Note: you might have to adjust for year since a Seed round in 2020 looks like a Series A in 2010.
Edit: I realize you have to figure out which companies raised out of 100s. As always, the data curation is harder than the algo. Not sure if techcrunch allows scraping.
I didn’t quite understand how the labeling part worked. So you went through a selection of startups and ranked them? And then model took it from there?
Based on the post, you've trained the classifier by labelling a couple of examples of company descriptions you liked better than each other, based on subjective assessments like "harder to execute" or revenue growth that aren't part of the data you're running the classifier against.
If so, you've done a nice job of training a classifier to predict which companies you personally are more likely to be interested in. To improve this, you could use past YC batch company descriptions and success data to have more useful examples and labels for training the classifier based on past data, and which isn't so subjective. That might produce some interesting predictions that are more generalizable (although I think you may need more data points than the description and basic metadata).
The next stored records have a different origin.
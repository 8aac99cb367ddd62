//! What screening leaves out must do nothing when it is run after all.

use hedgerow::case::builtin_grid;
use hedgerow::case::model::Grid;
use hedgerow::divide::divide;
use hedgerow::sweep::outage::{self, Outage};
use hedgerow::sweep::prepare::divided;
use hedgerow::sweep::screen::pairs;
use hedgerow::sweep::{Balancing, row::Row};
use hedgerow_tests::table::data_grid;

use super::identities::{cascade, cases};

/// Every pair of the built-in grid and a seeded part of 39 buses is run, screened out or not.
/// Source: identity of the DC model; exact (no load lost, no unit moved, one stage).
#[test]
fn a_pair_that_was_screened_out_moves_nothing_under_any_scheme() {
    let tree = |grid: Grid| {
        let division = divide(&grid, &Default::default(), &mut |_| true).unwrap();
        divided(&grid, &division.choices.best[0].opened)
    };
    let published = data_grid("ieee39_3areas.grid.toml");
    for (grid, every, schemes) in [
        (tree(builtin_grid()), 1, &Balancing::ALL[..]),
        (tree(published.clone()), 2, &Balancing::ALL[..]),
        (published, 2, &Balancing::ALL[1..]),
    ] {
        let case = cases(&grid, &[2.5]).remove(0);
        let screened = pairs(&[&case], schemes.contains(&Balancing::Steward)).unwrap();
        let lines = outage::lines(&case.grid);
        let (mut left_out, mut silent) = (0, 0);
        for (i, a) in lines.iter().enumerate() {
            for b in lines.iter().skip(i + 1).step_by(every) {
                let (Outage::Line(a), Outage::Line(b)) = (*a, *b) else { continue };
                let pair = Outage::Lines(a, b);
                if screened.pairs.contains(&pair) {
                    silent += 1;
                    continue;
                }
                left_out += 1;
                for &scheme in schemes {
                    let ended = cascade(&case, pair, scheme);
                    let row = Row::of_cascade(&ended, pair, scheme);
                    let still = row.stages == 1 && row.rung == 0 && row.moved_mw < 1e-3;
                    assert!(still && row.load_lost_mw == 0.0, "{row:?}");
                }
            }
        }
        println!(
            "{}: {} pairs, {} screened out; {left_out} of those run here, {silent} can matter",
            case.grid.name,
            screened.looked_at,
            screened.screened_out()
        );
        assert!(left_out > 0 && silent > 0);
    }
}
If I've misunderstood, it would be interesting to know a little more detail about how the data was labelled.
I've based this on the following: "To investigate this, I made a neural network, YCRank, trained it on a handful of hand-labeled pairwise comparisons, and then used the learned comparator to sort the companies in the most recent W’22 batch."
And then: "I biased my ranking towards what was “harder to execute” on" and "I also tended to rank favorably companies that were already making monthly recurring revenue with double-digit growth rates".
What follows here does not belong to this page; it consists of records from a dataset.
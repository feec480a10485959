import { createHash } from 'node:crypto';
import { existsSync, readdirSync, readFileSync, statSync } from 'node:fs';
import path from 'node:path';
import { Failure, lastWords } from './failure.mjs';
import { readJson, writeJson, writeWhole } from './files.mjs';
import { inState, makeStateFolder, projectRoot } from './folders.mjs';
import { sleep } from './processes.mjs';
import { run } from './programs.mjs';
import { holds, takeLock } from './run-lock.mjs';

/** Everything that ends up in the build of the web server. */
const sources = [
  'app',
  'components',
  'lib',
  'models',
  'public',
  'migrations',
  'next.config.mjs',
  'package-lock.json',
  'postcss.config.mjs',
  'proxy.ts',
  'tailwind.config.ts',
  'tsconfig.json',
];

/** The folder of the build, relative to the project, as next.config.mjs takes it. */
export const buildFolder = process.env.HALFMARK_DIST_DIR ?? '.next';

/** A hash over the names and bytes of files and folders below a root; missing ones count as absent. */
export function hashOf(root, names) {
  const hash = createHash('sha256');
  const visit = (name) => {
    const file = path.join(root, name);
    if (!existsSync(file)) return;
    if (statSync(file).isDirectory()) {
      for (const entry of readdirSync(file).sort()) visit(path.join(name, entry));
      return;
    }
    const bytes = readFileSync(file);
    hash.update(`${name}\0${bytes.length}\0`).update(bytes);
  };
  for (const name of names) visit(name);
  return hash.digest('hex');
}

/** Whether the build on disk was made from the sources as they are now. */
export function buildIsCurrent() {
  return readJson(stampFile())?.sources === hashOf(projectRoot, sources);
}

/**
 * Builds the web application when its sources changed since the last build; takes milliseconds when they did not.
 *
 * @param {(line: string) => void} say
 * @param {{ onStart?: (child: import('node:child_process').ChildProcess) => void, running?: string }} options
 *   `running`: the lock file of `npm start`, whose build must not be replaced under a running server by another
 */
export async function ensureBuild(say, { onStart, mayReplace = () => null } = {}) {
  if (buildIsCurrent()) return;
  makeStateFolder();
  const lock = await waitForLock(inState('build.lock'));
  try {
    if (buildIsCurrent()) return;
    const obstacle = mayReplace();
    if (obstacle) throw obstacle;
    say('Building the pages, about a minute …');
    const hash = hashOf(projectRoot, sources);
    const { code, output } = await run(process.execPath, ['node_modules/next/dist/bin/next', 'build'], {
      cwd: projectRoot,
      env: { ...process.env, NODE_ENV: 'production', NEXT_TELEMETRY_DISABLED: '1', NO_COLOR: '1' },
      onStart,
    });
    if (code !== 0) {
      if (/ENOSPC|No space left/i.test(output)) throw Object.assign(new Error('No space left'), { code: 'ENOSPC' });
      const log = inState('log', 'build.log');
      writeWhole(log, output);
      throw new Failure(`The pages could not be built: ${firstError(output)}`, `All of it is in ${log}`);
    }
    writeJson(stampFile(), { sources: hash }, 0o644);
  } finally {
    lock.release();
  }
}

/** A reason not to build while `npm start` serves from the same folder, or null. */
export function servingFromHere(startLock) {
  const holder = readJson(startLock);
  if (holder === null || !holds(holder)) return null;
  return new Failure(
    `Halfmark is running from this folder (process ${holder.pid}) with a build of older sources, which may not be replaced under it.`,
    'Stop it (Ctrl-C where it was started) and try again.',
  );
}

/** The first line of a build's output that speaks of an error, or its last words. */
export function firstError(output) {
  const line = output.split('\n').find((one) => /error/i.test(one) && !/warning/i.test(one));
  return line?.trim().slice(0, 400) ?? lastWords(output);
}

async function waitForLock(file) {
  for (;;) {
    const lock = await takeLock(file);
    if ('release' in lock) return lock;
    await sleep(500);
  }
}

/** The stamp lies in the build itself, so that the two cannot part. */
function stampFile() {
  return path.join(projectRoot, buildFolder, 'halfmark-sources.json');
}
Those may or may not be good criteria.
Based on that, this is essentially what you could call a "DudeRank Classifier" because as The Dude in the Big Lebowski says, "Yeah, well, that's just like, your opinion, man" :)
As I suggested above, it might be more interesting to label the example pairs and train the classifier based on the original company descriptions of known past successful and unsuccessful YC companies.
Possibly there is some signal in the company descriptions and limited metadata from Demo Day alone sufficient to predict successful companies from a batch.
Good luck!
Disclaimer: I am in the W22 batch. Our startup (Andi) ranks pretty well here. And this also is just, like, my opinion :)
[Edit: You could also test the classifier against historical batches to improve it then also!]